• **PROBLEM DETAILS**
Every line holding the string "span" is to be copied from the entries below.

• **DATASET**
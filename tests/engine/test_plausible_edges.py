"""Values at the edges of what the readers accept check without a numpy warning or a crash.

The readers refuse coordinates beyond 10 000 km, plates outside the common-practice ranges of
``readers/load.py`` and moments beyond 1e7 kN·m; everything inside must run through the engine
cleanly (no division by zero, no overflow). Invented models; m and kN·m as in ``conftest.py``.
"""

from __future__ import annotations

import numpy as np
import pytest
from flangewise.engine.check import check_model

#: Sections at the corners of the accepted plate ranges: (d, b, tf, tw, r [mm], fy [MPa]).
EDGE_SECTIONS = {
    "BIG": (5000.0, 2000.0, 250.0, 250.0, 0.0, 1000.0),
    "SMALL": (50.0, 25.0, 1.0, 1.0, 11.0, 150.0),  # r just below (25 - 1) / 2 = 12 mm
}


@pytest.mark.filterwarnings("error")
@pytest.mark.parametrize("section", sorted(EDGE_SECTIONS))
@pytest.mark.parametrize("moment", [1.0e-6, 9.9e6])
def test_model_at_the_edges_of_the_ranges_checks_cleanly(frame, section, moment):
    # A two-span beam 9 990 km from the origin (map-grid coordinates near the limit), braced at
    # midspan of each span.
    f = frame()
    f.sections = dict(EDGE_SECTIONS)
    x0 = 9.99e6
    for i in range(5):
        f.node(f"N{i}", x0 + 2.0 * i, -9.99e6, 9.99e6)
    for i in range(4):
        f.element(f"E{i}", f"N{i}", f"N{i + 1}", section=section)
    f.support("N0").support("N2").support("N4").brace("N1", "top").brace("N3", "bottom")
    f.moment_field("C1", lambda x, y, z: moment * np.sin((x - x0) * np.pi / 4.0), stations=7)
    result = check_model(f.load())
    r = result.results
    assert len(r) > 0
    numbers = r[["length", "Mcr", "Mr", "demand", "factor"]].to_numpy(dtype=float)
    assert np.isfinite(numbers).all()
    assert (r.loc[r["status"] != "not checked", "utilization"].dropna() >= 0.0).all()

• **ANSWER BELOW**
    # A two-span beam 9 990 km from the origin (map-grid coordinates near the limit), braced at
    # midspan of each span.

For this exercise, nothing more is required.